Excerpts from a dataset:
"""The pre-commit hook definitions: well-formed in pre-commit's open hook format, and runnable as written."""

import shlex
from pathlib import Path

import yaml

HOOKS = Path(__file__).resolve().parent.parent / ".pre-commit-hooks.yaml"
REQUIRED = {"id", "name", "entry", "language"}  # the keys pre-commit's hook format requires


def test_hooks_are_well_formed():
    hooks = yaml.safe_load(HOOKS.read_text(encoding="utf-8"))
    assert isinstance(hooks, list) and hooks
    for hook in hooks:
        assert set(hook) >= REQUIRED
        assert hook["language"] == "python" and hook["entry"].split()[0] == "margincheck"


def test_the_hook_entry_skips_files_that_are_not_designs(run_cli, tmp_path, contract_data):
    other = tmp_path / ".pre-commit-config.yaml"
    other.write_text("repos: []\n", encoding="utf-8")
    design = tmp_path / "leg.yaml"
    design.write_text(yaml.safe_dump(contract_data, sort_keys=False), encoding="utf-8")
    entry = shlex.split(yaml.safe_load(HOOKS.read_text(encoding="utf-8"))[0]["entry"])[1:]
    code, out, _ = run_cli(*entry, other, design)  # as pre-commit passes the changed files
    assert code == 1 and "1 file(s) skipped" in out


def test_a_commit_without_design_files_passes_the_hook(run_cli, tmp_path):
    other = tmp_path / "ci.yaml"
    other.write_text("jobs: {}\n", encoding="utf-8")
    code, out, _ = run_cli("check", "--batch", other)
    assert code == 0 and "batch of 0 design(s), 1 file(s) skipped" in out
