"""Oscilloscope captures of double-pulse tests: reading, edges, measurements and loop inductance."""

• [What is expected]: Whenever a line of the data includes "encoding", copy that line.

• [Problem solution]:
    hooks = yaml.safe_load(HOOKS.read_text(encoding="utf-8"))
    other.write_text("repos: []\n", encoding="utf-8")
    design.write_text(yaml.safe_dump(contract_data, sort_keys=False), encoding="utf-8")
    entry = shlex.split(yaml.safe_load(HOOKS.read_text(encoding="utf-8"))[0]["entry"])[1:]
    other.write_text("jobs: {}\n", encoding="utf-8")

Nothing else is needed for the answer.